As described above, according to the present invention,
Since switching between the asynchronous PWM mode and the synchronous PWM mode can be performed smoothly, the current does not jump at the time of switching, and the switching element can be prevented from being broken. In addition, by reducing the number of pulses at the time of switching, for example, to four synchronous pulses, it is not necessary to set the switching frequency higher than necessary, and it is possible to suppress an increase in inverter loss. As a result, the capacity of the cooling device of the apparatus can be reduced.

[Brief description of the drawings]

FIG. 1 shows a PWM pulse generator according to an embodiment of the present invention.

FIG. 2 is a diagram showing an example of a pulse pattern of three synchronous pulses.

FIG. 3 is a diagram showing an example of a pulse pattern of four synchronous pulses.

FIG. 4 is a diagram showing a method for generating a pulse pattern of four synchronous pulses according to the present invention;

FIG. 5 is a diagram showing switching between an asynchronous PWM mode and a synchronous four-pulse mode according to the present invention.

FIG. 6 is a diagram showing an example of respective pulse patterns when switching between synchronous 4 pulses and synchronous 3 pulses according to the present invention.

FIG. 7 is a diagram showing an example of each pulse pattern when switching between synchronous 5 pulses and synchronous 3 pulses according to the present invention.

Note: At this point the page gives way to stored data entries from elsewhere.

/** The maths of the product: pure functions on whole nanometres. docs/maths.md explains each result. */
export * from './analysis-error';
export * from './flatness';
export * from './lengths';
export * from './level-notes';
export * from './misclosure';
export { cornerLetter, diagonals, traceOutline, type Diagonal } from './outline';
export * from './outline-offset';
export * from './stations-along';
export * from './types';
export * from './units';
export * from './verdict';
export { fUpperTail, studentTwoSided, studentUpperQuantile } from './distributions';
export { fitPlane } from './plane-fit';
export { tiltAgainstLaser } from './tilt-against-laser';
export { shotUncertainty } from './uncertainty';
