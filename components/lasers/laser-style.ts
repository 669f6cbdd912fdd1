import { NM_PER_MILLIMETRE } from '@/analysis';
import type { Laser } from '@/shared/api/instrument-endpoints';
import type { UnitStyle } from '@/shared/quantities';

/** The unit that a laser's figures were stated in: metric where its distance is whole millimetres, which no round number of feet is. */
export function laserStyle({ accuracyAt }: Pick<Laser, 'accuracyAt'>): UnitStyle {
  return accuracyAt % NM_PER_MILLIMETRE === 0 && accuracyAt % (100 * NM_PER_MILLIMETRE) === 0 ? 'metric' : 'feet-inches';
}
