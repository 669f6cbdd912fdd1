import { AnalysisError } from './analysis-error';
import { finite } from './check-input';
import type { OutlineRun, PlanPoint } from './types';

const QUARTERS: readonly (readonly [sine: number, cosine: number])[] = [
  [0, 1],
  [1, 0],
  [0, -1],
  [-1, 0],
];

/** Azimuth brought into 0 up to 360 degrees, clockwise from plan north. */
export function azimuth(degrees: number): number {
  const turned = degrees % 360;
  return turned < 0 ? turned + 360 : turned;
}

/** Unit vector of an azimuth: x east, y north; the four quarters exactly, so that square corners stay whole nanometres. */
export function unitVector(degrees: number): PlanPoint {
  const bearing = azimuth(degrees);
  const quarter = QUARTERS[bearing / 90];
  if (quarter) return { x: quarter[0], y: quarter[1] };
  const radians = (bearing * Math.PI) / 180;
  return { x: Math.sin(radians), y: Math.cos(radians) };
}

/** Tangent of half a turn in degrees: exactly ±1 at a right angle, 0 straight on. Grows without bound toward ±180. */
export function tangentOfHalf(turn: number): number {
  const bend = ((turn % 360) + 540) % 360;
  const signed = bend - 180;
  if (signed === 90 || signed === -90) return Math.sign(signed);
  return Math.tan((signed * Math.PI) / 360);
}

/** Degrees keyed to a tenth of a second are told apart; rounding of a sum of them is not. */
const SAME_ANGLE = 1e-9;

/**
 * How far all turns, the last included, are from once round: 0 for an outline that closes.
 * @throws AnalysisError 'not-finite' | 'turn-beyond-once-round'
 * `sense` is 1 walked clockwise, −1 counterclockwise: the sign of the sum, and the side on which the outside lies (left of a clockwise walk).
 */
export function onceRound(runs: readonly OutlineRun[]): { closed: boolean; angle: number; sense: 1 | -1 } {
  let sum = 0;
  for (const run of runs) {
    const turn = finite(`turn of ${run.id}`, run.turn);
    if (Math.abs(turn) > 360) {
      throw new AnalysisError('turn-beyond-once-round', `The turn of ${run.id} is more than once round.`, { run: run.id, turn });
    }
    sum += turn;
  }
  const sense = sum < 0 ? -1 : 1;
  const angle = sum - 360 * sense;
  const closed = Math.abs(angle) <= SAME_ANGLE;
  return { closed, angle: closed ? 0 : angle, sense };
}
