import { AnalysisError } from './analysis-error';

/** In units of the largest value: what a vertex may be beyond optimal, and two ratios apart, before rounding explains it. */
const TOLERANCE = 1e-13;
const TIE = 1e-11;
/** A row or multiplier under this is zero. */
const ZERO = 1e-10;

export interface Minimax {
  /** One a column. */
  coefficients: number[];
  /** Largest |values − columns · coefficients|. */
  halfWidth: number;
  /** Indices of the rows that hold it there. */
  support: number[];
}

/** A column of the dual program: a row of the data, from above (+1) or below (−1). */
interface Side {
  row: number;
  sign: 1 | -1;
}

/** Inverse by Gauss and Jordan with row pivoting; null where singular. Four by four at most. */
function inverse(matrix: readonly number[][]): number[][] | null {
  const size = matrix.length;
  const work = matrix.map((row, i) => [...row, ...row.map((_, j) => (i === j ? 1 : 0))]);
  for (let k = 0; k < size; k += 1) {
    let best = k;
    for (let i = k + 1; i < size; i += 1) if (Math.abs(work[i]?.[k] ?? 0) > Math.abs(work[best]?.[k] ?? 0)) best = i;
    const pivotRow = work[best] ?? [];
    const pivot = pivotRow[k] ?? 0;
    if (Math.abs(pivot) < 1e-14) return null;
    work[best] = work[k] ?? [];
    const reduced = pivotRow.map((entry) => entry / pivot);
    work[k] = reduced;
    for (let i = 0; i < size; i += 1) {
      const factor = work[i]?.[k] ?? 0;
      if (i !== k && factor !== 0) work[i] = (work[i] ?? []).map((entry, j) => entry - factor * (reduced[j] ?? 0));
    }
  }
  return work.map((row) => row.slice(size));
}

const dot = (a: readonly number[], b: readonly number[]): number => a.reduce((sum, entry, i) => sum + entry * (b[i] ?? 0), 0);

/** The data of one program: rows of columns, values, and the basis the search started from, by which ties are broken. */
interface Program {
  rows: readonly (readonly number[])[];
  values: readonly number[];
}

const sideColumn = ({ rows }: Program, { row, sign }: Side): number[] => [...(rows[row] ?? []).map((entry) => sign * entry), 1];

const basisMatrix = (program: Program, basis: readonly Side[]): number[][] => {
  const columns = basis.map((side) => sideColumn(program, side));
  return columns.map((_, i) => columns.map((column) => column[i] ?? 0));
};

/** As many rows as there are columns, the farthest apart that a greedy sweep finds: the first vertex stands on them. */
function independentRows(rows: readonly (readonly number[])[]): number[] {
  const left = rows.map((row) => [...row]);
  const chosen: number[] = [];
  const width = rows[0]?.length ?? 0;
  for (let k = 0; k < width; k += 1) {
    let best = 0;
    let most = -1;
    left.forEach((row, i) => {
      const size = dot(row, row);
      if (size > most) [best, most] = [i, size];
    });
    if (most < ZERO * ZERO)
      throw new AnalysisError('dependent-columns', 'The columns of a minimax fit depend on one another.', { column: k });
    chosen.push(best);
    const unit = (left[best] ?? []).map((entry) => entry / Math.sqrt(most));
    left.forEach((row, i) => {
      const along = dot(row, unit);
      left[i] = row.map((entry, j) => entry - along * (unit[j] ?? 0));
    });
  }
  return chosen;
}

/** One vertex: the multipliers of its sides, and the fit (coefficients, then the half-width) that they price. */
interface Vertex {
  inverse: number[][];
  multipliers: number[];
  fit: number[];
}

function vertexOf(program: Program, basis: readonly Side[]): Vertex {
  const inverted = inverse(basisMatrix(program, basis));
  if (inverted === null)
    throw new AnalysisError('no-convergence', 'A minimax vertex has no volume.', { rows: basis.map(({ row }) => row) });
  const gains = basis.map(({ row, sign }) => sign * (program.values[row] ?? 0));
  return {
    inverse: inverted,
    multipliers: inverted.map((row) => row.at(-1) ?? 0),
    fit: inverted.map((_, j) => inverted.reduce((sum, row, i) => sum + (gains[i] ?? 0) * (row[j] ?? 0), 0)),
  };
}

/** The row that stands off the fit the most, and from which side. */
function worstSide({ rows, values }: Program, fit: readonly number[]): Side & { residual: number } {
  let worst: Side & { residual: number } = { row: 0, sign: 1, residual: -1 };
  rows.forEach((row, i) => {
    const residual = (values[i] ?? 0) - dot(row, fit);
    if (Math.abs(residual) > worst.residual) worst = { row: i, sign: residual < 0 ? -1 : 1, residual: Math.abs(residual) };
  });
  return worst;
}

/**
 * Which side leaves when another enters: the smallest ratio of multiplier to change; ties, common where support points stand in line, by the
 * lexicographically smallest row in terms of the first basis, which cannot go round in circles. −1 where none may.
 */
function leavingSide(vertex: Vertex, entering: readonly number[], start: readonly number[][]): number {
  let leaving = -1;
  let smallest: number[] = [];
  vertex.inverse.forEach((row, i) => {
    const change = dot(row, entering);
    if (change <= ZERO) return;
    const inStart = start.map((_, j) => row.reduce((sum, entry, m) => sum + entry * (start[m]?.[j] ?? 0), 0));
    const ratios = [Math.max(0, vertex.multipliers[i] ?? 0), ...inStart].map((entry) => entry / change);
    const place = ratios.findIndex((ratio, j) => Math.abs(ratio - (smallest[j] ?? Infinity)) > TIE);
    if (leaving === -1 || (place >= 0 && (ratios[place] ?? 0) < (smallest[place] ?? 0))) {
      leaving = i;
      smallest = ratios;
    }
  });
  return leaving;
}

/**
 * The coefficients whose largest |residual| is smallest, exactly: the simplex method on the dual linear program, one exchange of a support
 * row at a time, each O(n), until no row stands beyond the support. Columns and values are best within ±1. A few dozen exchanges settle a
 * thousand rows.
 * Source: E. Stiefel, "Über diskrete und lineare Tschebyscheff-Approximationen", Numer. Math. 1 (1959); lexicographic rule: Dantzig, Orden &
 * Wolfe (1955). Both from memory.
 * @throws AnalysisError 'dependent-columns', 'no-convergence'
 */
export function minimaxFit(rows: readonly (readonly number[])[], values: readonly number[]): Minimax {
  const program: Program = { rows, values };
  const [first = 0, ...others] = independentRows(rows);
  let basis: Side[] = [{ row: first, sign: 1 }, { row: first, sign: -1 }, ...others.map((row): Side => ({ row, sign: 1 }))];
  const start = basisMatrix(program, basis);
  const most = 1000 + 20 * rows.length;
  for (let step = 0; step < most; step += 1) {
    const vertex = vertexOf(program, basis);
    const level = vertex.fit.at(-1) ?? 0;
    const coefficients = vertex.fit.slice(0, -1);
    const worst = worstSide(program, coefficients);
    const within = worst.residual <= level + TOLERANCE || basis.some(({ row, sign }) => row === worst.row && sign === worst.sign);
    const leaving = within ? -1 : leavingSide(vertex, sideColumn(program, worst), start);
    if (leaving === -1) {
      const support = basis.flatMap(({ row }, i) => (Math.abs(vertex.multipliers[i] ?? 0) > ZERO ? [row] : []));
      return { coefficients, halfWidth: worst.residual, support: [...new Set(support)].sort((a, b) => a - b) };
    }
    basis = basis.map((side, i) => (i === leaving ? { row: worst.row, sign: worst.sign } : side));
  }
  throw new AnalysisError('no-convergence', 'The minimax exchange did not settle.', { steps: most });
}
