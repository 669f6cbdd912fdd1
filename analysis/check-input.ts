import { AnalysisError } from './analysis-error';

/**
 * Every number is checked on its way in, so that no comparison below can pass or fail quietly on NaN.
 * Each returns the value, −0 made 0, and throws `AnalysisError` with details `{ name, value }`.
 */
export function finite(name: string, value: number): number {
  if (typeof value !== 'number' || !Number.isFinite(value)) {
    throw new AnalysisError('not-finite', `${name} must be a finite number, got ${String(value)}.`, { name, value });
  }
  return value === 0 ? 0 : value;
}

/** Finite and at least zero, else 'negative'. */
export function notNegative(name: string, value: number): number {
  const checked = finite(name, value);
  if (checked < 0) throw new AnalysisError('negative', `${name} must not be negative, got ${checked}.`, { name, value });
  return checked;
}

/** Finite and above zero, else 'not-positive'. */
export function positive(name: string, value: number): number {
  const checked = finite(name, value);
  if (checked <= 0)
    throw new AnalysisError('not-positive', `${name} must be greater than zero, got ${checked}.`, { name, value });
  return checked;
}

/** A result that left the range of doubles on finite input is refused, not handed on: 'out-of-range'. */
export function inRange(name: string, value: number): number {
  if (!Number.isFinite(value)) {
    throw new AnalysisError('out-of-range', `${name} is beyond what can be computed from this input.`, { name });
  }
  return value === 0 ? 0 : value;
}

/** A length or elevation that whole nanometres can hold exactly (up to 2^53, about 9,000 km), else 'out-of-range'. */
export function nanometres(name: string, value: number): number {
  const checked = finite(name, value);
  if (Math.abs(checked) > Number.MAX_SAFE_INTEGER) {
    throw new AnalysisError('out-of-range', `${name} is longer than nanometres can hold exactly, got ${checked}.`, {
      name,
      value,
    });
  }
  return checked;
}

/** `nanometres`, and at least zero, else 'negative'. */
export function lengthFromZero(name: string, value: number): number {
  return nanometres(name, notNegative(name, value));
}

/** `nanometres`, and above zero, else 'not-positive'. */
export function positiveLength(name: string, value: number): number {
  return nanometres(name, positive(name, value));
}
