import { AnalysisError } from './analysis-error';
import { nanometres } from './check-input';
import type { ProfilePoint } from './types';
import type { Nm } from './units';

/**
 * A profile with every number checked; two points at one station are a step.
 * @throws AnalysisError 'not-finite' | 'out-of-range' | 'profile-not-in-order' (details station)
 */
export function checkedProfile(name: string, profile: readonly ProfilePoint[]): ProfilePoint[] {
  let before = -Infinity;
  return profile.map((point) => {
    const station = nanometres(`station of ${name}`, point.station);
    const elevation = nanometres(`elevation of ${name}`, point.elevation);
    if (station < before) {
      throw new AnalysisError('profile-not-in-order', `The stations of ${name} do not run on at ${station}.`, { name, station });
    }
    before = station;
    return { station, elevation };
  });
}

export interface Segment {
  from: ProfilePoint;
  to: ProfilePoint;
  length: Nm;
}

/** The straight pieces between neighbours; a step has length 0. */
export function segmentsOf(profile: readonly ProfilePoint[]): Segment[] {
  return profile.flatMap((to, index) => {
    const from = profile[index - 1];
    return from ? [{ from, to, length: to.station - from.station }] : [];
  });
}

/**
 * ∫ max(h, 0) over a straight piece that runs from height `h0` to `h1`, and the length over which h is above 0: exact, cut at the zero
 * crossing. A piece that lies at 0 is not above it.
 */
export function positivePart(h0: number, h1: number, length: Nm): { area: number; length: Nm } {
  if (h0 <= 0 && h1 <= 0) return { area: 0, length: 0 };
  if (h0 >= 0 && h1 >= 0) return { area: (length * (h0 + h1)) / 2, length };
  const top = Math.max(h0, h1);
  const over = length * (top / (top - Math.min(h0, h1)));
  return { area: (over * top) / 2, length: over };
}
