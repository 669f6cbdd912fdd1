import { lengthFromZero, notNegative } from './check-input';
import { NM_PER_KILOMETRE, NM_PER_MILE, type Nm } from './units';

/** c·√K: `c` nm at one kilometre, `line` in nm. FGCS classes are 4, 5, 6, 8 and 12 mm (from memory; 4 and 12 seen). */
export function allowableByKilometres(c: Nm, line: Nm): Nm {
  return lengthFromZero('c', c) * Math.sqrt(lengthFromZero('line', line) / NM_PER_KILOMETRE);
}

/** c·√miles: `c` nm at one mile, `line` in nm. Third order is 0.05 ft (NAVEDTRA 14070). */
export function allowableByMiles(c: Nm, line: Nm): Nm {
  return lengthFromZero('c', c) * Math.sqrt(lengthFromZero('line', line) / NM_PER_MILE);
}

/** c·√setups: `c` nm for one set-up. 0.02 ft is used for simple construction. */
export function allowableBySetups(c: Nm, setups: number): Nm {
  return lengthFromZero('c', c) * Math.sqrt(notNegative('setups', setups));
}
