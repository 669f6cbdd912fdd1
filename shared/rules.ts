import { z } from 'zod';
import { idSchema, notNegativeNmSchema, positiveNmSchema, timeSchema, unitStyleSchema, type UnitStyle } from './quantities';

/** What a round shoots: the bottom of the dig, the form rails, the wet top during the pour, the top as built. */
export const SURFACES = ['dig', 'rails', 'wet', 'top'] as const;
export const surfaceSchema = z.enum(SURFACES);
export type Surface = z.infer<typeof surfaceSchema>;

/** Both limits are zero or more: allowed below and above. `style` is the unit it was given in and is shown in. */
export const toleranceRuleInputSchema = z.strictObject({
  low: notNegativeNmSchema,
  high: notNegativeNmSchema,
  decision: z.enum(['simple', 'guarded']),
  style: unitStyleSchema,
});
export type ToleranceRuleInput = z.infer<typeof toleranceRuleInputSchema>;
export const toleranceRuleSchema = toleranceRuleInputSchema.extend({
  id: idSchema,
  surface: surfaceSchema,
  version: z.int().positive(),
  createdAt: timeSchema,
});
export type ToleranceRule = z.infer<typeof toleranceRuleSchema>;

export const WALL_TYPES = ['block', 'foam-forms', 'panel-forms', 'sill'] as const;
export const wallTypeSchema = z.enum(WALL_TYPES);
export type WallType = z.infer<typeof wallTypeSchema>;

/** How the first course may be bedded on the footing. `courseHeight` null: steps need not be whole courses. */
export const bedRuleInputSchema = z.strictObject({
  material: z.enum(['mortar', 'foam', 'shim']),
  least: notNegativeNmSchema,
  most: positiveNmSchema,
  nominal: notNegativeNmSchema,
  grindMost: notNegativeNmSchema,
  beddedFraction: z.number().gt(0).max(1),
  courseHeight: positiveNmSchema.nullable(),
  style: unitStyleSchema,
});
export type BedRuleInput = z.infer<typeof bedRuleInputSchema>;
export const bedRuleSchema = bedRuleInputSchema.extend({ id: idSchema, version: z.int().positive(), createdAt: timeSchema });
export type BedRule = z.infer<typeof bedRuleSchema>;

const INCH = 25_400_000;
const MM = 1_000_000;

/** Ready tolerance rules of a new job; a metric job has them in whole millimetres. Common practice, no source. */
export function readyToleranceRules(style: UnitStyle): Record<Surface, ToleranceRuleInput> {
  const metric = style === 'metric';
  const own: UnitStyle = metric ? 'metric' : 'feet-inches';
  const both = (limit: number): ToleranceRuleInput => ({ low: limit, high: limit, decision: 'simple', style: own });
  return {
    dig: { low: metric ? 25 * MM : INCH, high: 0, decision: 'simple', style: own },
    rails: both(metric ? 3 * MM : INCH / 8),
    wet: both(metric ? 6 * MM : INCH / 4),
    top: both(metric ? 6 * MM : INCH / 4),
  };
}

/**
 * The ready bed rule of each wall. Block: first bed joint 1/4 to 3/4 in, 3/8 in nominal, TMS 602 first-course limits
 * (as printed in a masonry contractors' article), in metric 6 to 20 mm, 10 mm. The others: common practice, no source.
 */
export function readyBedRule(wall: WallType, style: UnitStyle): BedRuleInput {
  const metric = style === 'metric';
  const own: UnitStyle = metric ? 'metric' : 'feet-inches';
  const pick = (inches: number, mm: number) => (metric ? mm * MM : inches * INCH);
  switch (wall) {
    case 'block':
      return {
        material: 'mortar',
        least: pick(1 / 4, 6),
        most: pick(3 / 4, 20),
        nominal: pick(3 / 8, 10),
        grindMost: pick(1 / 4, 6),
        beddedFraction: 1,
        courseHeight: pick(8, 200),
        style: own,
      };
    case 'foam-forms':
      return {
        material: 'foam',
        least: 0,
        most: pick(1 / 2, 12),
        nominal: pick(1 / 4, 6),
        grindMost: pick(1 / 4, 6),
        beddedFraction: 1,
        courseHeight: null,
        style: own,
      };
    case 'panel-forms':
    case 'sill':
      return {
        material: 'shim',
        least: 0,
        most: pick(1 / 2, 12),
        nominal: pick(1 / 4, 6),
        grindMost: pick(1 / 4, 6),
        beddedFraction: 1,
        courseHeight: null,
        style: own,
      };
  }
}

FIG. 8 is a diagram showing an example of a pulse pattern when switching between synchronous 4 pulses and synchronous 3 pulses;

[Explanation of symbols]

DESCRIPTION OF SYMBOLS 1 ... Inverter operation command generation means, 2 ... PWM pulse generation means, 21 ... Asynchronous pulse generation means, 211 ... Sine wave generation means, 212 ... Triangle wave (carrier) generation means, 21
3 comparator, 22 sync pulse generating means, 221 sync 4 pulse generating means, 222 sync 3 pulse generating means, 2
23: Synchronous one pulse generating means, 23: PWM pulse selecting means

──────────────────────────────────────────────────の Continued on the front page (72) Inventor Wataru Miyake 1070 Ma, Hitachinaka City, Ibaraki Prefecture Inside the Mito Plant, Hitachi, Ltd. (72) Koji Kishimoto 1070 Ma, Hitachinaka City, Ibaraki Prefecture Mito Plant, Hitachi, Ltd. (56) References JP-A-8-331856 (JP, A) JP-A-3-11979 (JP, A) JP-A-53-86432 (JP, A) JP-A-62-58880 (JP, A) (58) Field surveyed (Int. Cl. ⁷ , DB name) H02M ^7/ 48-7/98

Claims (1)

(57) [Claims] 1. An asynchronous PWM mode for generating a PWM pulse asynchronously with a modulated wave as an output command of an inverter;
A PWM which has a synchronous three-pulse mode for generating three pulses in a half cycle of the modulated wave in synchronization with the modulated wave, and switches the two pulse modes during operation to control the inverter with a pulse from each mode. A pulse generator, comprising: a synchronous four-pulse mode for generating four pulses in a half cycle of the modulated wave in synchronization with the modulated wave;
The synchronous 4-pulse mode is interposed in the switching between the WM mode and the synchronous 3-pulse mode, and when switching between the synchronous 4-pulse and the synchronous 3-pulse is performed, the rising edge of the pulse closest to 0 ° of the inverter output voltage phase of the synchronous 4-pulse is performed. The rising phase θ41, the falling phase θ42, and the rising phase θ43, falling phase θ44 of the next rising pulse, and the phase closest to the phase 0 ° within the range of 0 ° to 90 ° of the inverter output voltage phase of the three synchronous pulses. The rising phase θ31 of the pulse, the falling phase θ32, and the rising phase θ33 of the next rising pulse are represented by θ31 ≧
A PWM pulse generator, wherein the phase θ44 is made closer to the phase 90 ° while maintaining the relationship of θ41, θ32 ≦ θ42, θ33 ≧ θ43.